Глубоким оказалось озеро, ухнула Гулла в него с головой. Повлекло её, потащило по камням, струями, как плетьми, тело ожгло. Сквозь камень, сквозь землю, меж корней древесных; по глубоким оврагам, по утоптанным дорогам. Вытолкнуло её наверх, назад отхлынуло — стоит Гулла, вся дрожа, на твёрдой земле, над головой в чёрном небе жёлтый месяц скалится, прямо перед ней забор из жердей деревянных, за забором постройки виднеются, собаки брешут, человечьим духом всё пропитано. Хутор; да богатый хутор, в два этажа дом у хозяев.
Раз сюда привело её рудяное молоко, значит, тут старый Мьон в плену томится, больше негде. Собралась Гулла с духом, дрожать перестала да перемахнула через забор. Собаки лаем так и зашлись. Цыкнула на них Гулла, притихли вислоухие. Стала она осторожно двор обходить. Тут хлев, тут конюшня, на краю баня стоит… шагнула Гулла дальше — и стала как вкопанная. Высится перед ней амбар, двери его деревянным засовом закрыты, а вокруг всё кресты, кресты, кресты! На каждой стене крест нарисован, да и сам засов-то в виде креста, и обвязан весь амбар красной ниткой, и прутья орешника вкруг в землю натыканы. Слепят кресты Гулле глаза, не подойти ей к амбару, а уж за засов и вовсе не взяться.
Обошла она постройку кругом, ищет, нет ли где просвета малого. С северной стороны немного кривоват вышел крест, прутья орешника в стороны друг от друга наклонились — шепчет Гулла в щель: «Батюшка! Здесь ты?» Отвечает ей из амбара глухой голос старого Мьона: «Ты ли, дочка? Не выбраться мне отсюда, скован я крёстным знамением, служить мне теперь хозяину хутора. Не ищи себе злой судьбы, возвращайся обратно в горы, таково моё тебе повеление». А дальше ничего они не могли друг другу сказать, слишком тяжко было.
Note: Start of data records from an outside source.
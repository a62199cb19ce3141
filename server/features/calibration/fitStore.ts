// Finishing a fit job: store the fit (next version under the device lock), close the job, audit, e-mail.
import type { DataSource, EntityManager } from 'typeorm';
import type { CalibrationJson } from '@/calibration/contract';
import type { FitOptions } from '@/shared/api/calibration';
import type { Config } from '../../config';
import { DeviceEntity, FitEntity, JobEntity, SweepEntity, type FitRow, type JobRow } from '../../db/entities';
import type { Mailer } from '../../mail/mailer';
import { recordAudit } from '../audit/service';
import type { WorkerError } from '../../jobs/calibrationWorker';
import { headline } from './json';
import { notifyFitProposed } from './notify';
import { lockDevice, nextFitVersion } from './repository';

export interface NewFit {
  labId: number;
  deviceId: number;
  sweepId: number;
  options: FitOptions;
  calibration: CalibrationJson;
  createdById: number | null;
}

const finiteOrNull = (x: unknown): number | null => (typeof x === 'number' && Number.isFinite(x) ? x : null);

/** Insert a proposed fit with the device's next version. Locks the device row: call inside a transaction. */
export async function insertFit(em: EntityManager, f: NewFit): Promise<FitRow> {
  if (!(await lockDevice(em, f.deviceId))) throw new Error(`device ${f.deviceId} no longer exists`);
  const version = await nextFitVersion(em, f.deviceId);
  const cal = f.calibration;
  const repo = em.getRepository(FitEntity);
  const { identifiers } = await repo.insert({
    labId: f.labId,
    deviceId: f.deviceId,
    sweepId: f.sweepId,
    version,
    kind: cal.kind,
    model: cal.model,
    options: f.options,
    // TypeORM's deep-partial insert type trips over the JSON's index signatures; the value is the full JSON.
    calibration: cal as never,
    f0Hz: finiteOrNull(cal.params.f0_hz?.value),
    gamma0: finiteOrNull(cal.params.gamma0?.value),
    asymmetry: finiteOrNull(cal.params.asymmetry?.value),
    redchi: finiteOrNull(cal.redchi),
    ndata: cal.ndata,
    outlierCount: cal.outliers.length,
    success: !!cal.success,
    coreVersion: cal.core_version,
    status: 'proposed',
    createdById: f.createdById,
    reviewedById: null,
    reviewedAt: null,
    reviewComment: null,
    supersededByFitId: null,
    supersededAt: null,
  });
  return repo.findOneByOrFail({ id: identifiers[0].id as number });
}

export async function completeFitJob(
  ds: DataSource,
  mailer: Mailer,
  config: Pick<Config, 'appUrl'>,
  job: JobRow,
  calibration: CalibrationJson,
  log: (msg: string, err?: unknown) => void,
): Promise<FitRow | null> {
  const sweep = await ds.getRepository(SweepEntity).findOneBy({ id: job.sweepId });
  if (!sweep) {
    await failFitJob(ds, job, { kind: 'internal', message: `sweep ${job.sweepId} was deleted`, issues: [] });
    return null;
  }
  const fit = await ds.transaction(async (em) => {
    const row = await insertFit(em, {
      labId: sweep.labId,
      deviceId: sweep.deviceId,
      sweepId: sweep.id,
      options: job.options,
      calibration,
      createdById: job.createdById,
    });
    const closed = await em
      .getRepository(JobEntity)
      .update(
        { id: job.id, status: 'running' },
        { status: 'succeeded', progress: 1, fitId: row.id, finishedAt: new Date(), message: `fit v${row.version} proposed` },
      );
    // Someone else finished or failed this job meanwhile: keep their outcome, drop this fit.
    if (!closed.affected) throw new JobLost();
    await recordAudit(em, {
      labId: sweep.labId,
      actorId: job.createdById,
      action: 'fit.create',
      subjectType: 'fit',
      subjectId: row.id,
      details: { device: sweep.deviceId, sweep: sweep.id, job: job.id, version: row.version, model: row.model, kind: row.kind, result: headline(calibration) },
    });
    return row;
  }).catch((e) => {
    if (e instanceof JobLost) return null;
    throw e;
  });
  if (fit) {
    const device = await ds.getRepository(DeviceEntity).findOneBy({ id: fit.deviceId });
    if (device) void notifyFitProposed(ds, mailer, config, fit, device, job.createdById).catch((e) => log(`fit ${fit.id}: notification failed`, e));
  }
  return fit;
}

class JobLost extends Error {}

export async function failFitJob(ds: DataSource, job: JobRow, error: WorkerError): Promise<void> {
  await ds.transaction(async (em) => {
    const r = await em
      .getRepository(JobEntity)
      .update({ id: job.id, status: 'running' }, { status: 'failed', finishedAt: new Date(), message: error.message.slice(0, 2000) });
    if (!r.affected) return;
    await recordAudit(em, {
      labId: job.labId,
      actorId: job.createdById,
      action: 'fit.failed',
      subjectType: 'job',
      subjectId: job.id,
      details: { sweep: job.sweepId, kind: error.kind, message: error.message.slice(0, 1000) },
    });
  });
}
Утёрла Гулла слёзы кончиком хвоста, стала думать, что дальше делать. Нельзя так взять и батюшку бросить, иначе всё зря получится. А по всему видно, знающие люди на хуторе живут, раз уж с самим Мьоном совладали. Куда ей, замухрышке, с таким ведуном тягаться? Ничего Гулла не придумала, кроме как пойти просить за отца, авось что и выйдет. Стучится в дверь, а у самой сердце так и колотится, едва ли не громче того стука. Никогда ещё в своей жизни Гулла человека не видела.
Вот загорелся в окнах огонь, распахнулась перед Гуллой дверь, ударило в лицо светом. Стоит перед ней человек, высокий, но лицо не сильно свирепое, и вроде не такой уродливый, какими обычно людей описывают. Смерил человек её с головы до ног синими глазами, крест нательный на груди поправил.
— Чего тебе, — говорит, — худра мохноногая, зачем с гор спустилась?
А сам он молодой, и даже светлая борода молодость его не скрывает. Думалось Гулле, что постарше будет хозяин хутора, ан нет: никто другой не стал бы ночью двери на стук открывать.
Глянула Гулла на него снизу вверх, волосы её золотые, длинные, по плечам рассыпались, до самых пят достают.
— Держишь ты, добрый хозяин, отца моего в плену, — промолвила она. — Отпусти его, а я за то любое желание твоё исполню.